And you can see that right now there is one instance ready for even the new instance group that we have created, the My MiG. That’s cool. Now, when you are creating an instance group, there are a few options that you can configure. You can also configure a health check. So you can say “health check” is equal to the URL you’d want to configure the health check with. So, how do you know if an instance is healthy? You can also configure an initial delay. How much time should you give the instance to start before the health check is done? Now, similar to the Create command, we also have the commands gcloud compute, instantgroups, managed, delete, describe, and list. We already executed the list command. You can also delete. So you can say gcloud compute, instance groups managed, delete, and give the name of the instance group, and then that specific instance group will be deleted. Describe would give the details of that specific managed instance group. One of the interesting things that you would have seen earlier is the fact that we did not have autoscaling set up for this specific managed instance group. How can you set up autoscaling? The command set autoscaling can be used to enable autoscaling. Give it a name, and you can set the auto-scaling configuration. Setting the maximum number of replicas is required. And there are other options that you can configure as well. You can configure a cool-down period.

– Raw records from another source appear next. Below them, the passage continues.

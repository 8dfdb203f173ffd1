namespace Lampwarden.Analysis.Prediction;

/// <summary>What a prediction rests on beside bank and unit. Standard uncertainties are one sigma, relative where not said otherwise.</summary>
public sealed record PredictionSettings
{
    /// <summary>The meter whose readings are predicted.</summary>
    public PredictedMeter Meter { get; init; } = new();

    /// <summary>Length of the meter's window in seconds, above 0: the same value as in <see cref="Meter"/>.</summary>
    public double MeterWindowSeconds
    {
        get => Meter.WindowSeconds;
        init => Meter = Meter with { WindowSeconds = value };
    }

    /// <summary>Resistance of the supply and its leads in ohms, 0 or more; 0 gives the highest peak.</summary>
    public double SourceOhms { get; init; }

    /// <summary>How well the mains voltage is known: 2 % where it is not measured, some 0.5 % where it is.</summary>
    public double MainsUncertainty { get; init; } = 0.02;

    /// <summary>
    /// How well the unit's watts (or ohms) are known; NaN takes 10 % for watts from a plate, 4 % for a lamp, 1 % for ohms.
    /// </summary>
    public double UnitUncertainty { get; init; } = double.NaN;

    /// <summary>How well the room's temperature is known, in kelvin; moves only the cold resistance.</summary>
    public double RoomUncertaintyKelvin { get; init; } = 3;

    /// <summary>False leaves the intervals out, and the work they need; the band is always given.</summary>
    public bool WithIntervals { get; init; } = true;
}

How much time should an autoscaler wait after initiating an autoscaling action? I’ve just executed an auto-scaling action. How long should I wait before looking at the autoscaling metrics again? That’s the cool-down period, the default of which is 60 seconds. The other thing that you can configure with auto scaling is: how do you want to do auto scaling? What metric should we consider? Do you want to go with CPU? So if you want to go based on the CPU, then you can use the option “scale based on the CPU” and configure a target utilisation as well. You can say the target CPU utilisation is equal to 60%. Or I can say I want to scale based on load balancing, and I can configure the target load balancing utilization. You can also configure a minimum number of replicas. How many instances do you want to maintain at a minimum? And you can also configure the mode.
What is the auto-scaling mode that you would want? Do you want it off? Do you want it on? Or do you want it to only scale out? When you have the mode set to only scale out, it will not reduce the number of instances. It will only increase the number of instances if there is a high load. Now, if I go back to the instance groups and pick up my MiG and say “edit,” these are the same options that you’d be able to see when you go to configure auto scaling. In here. The auto-scaling mode can be set to autoscale, don’t autoscale, or autoscale only for apps. You can configure the auto-scaling policy, what metrics to look at, what is the cool-down period, what is the maximum number of instances, what is the minimum number of instances, and all that stuff. This is exactly how you can configure them from the command line. I don’t want to put ten as the number of instances.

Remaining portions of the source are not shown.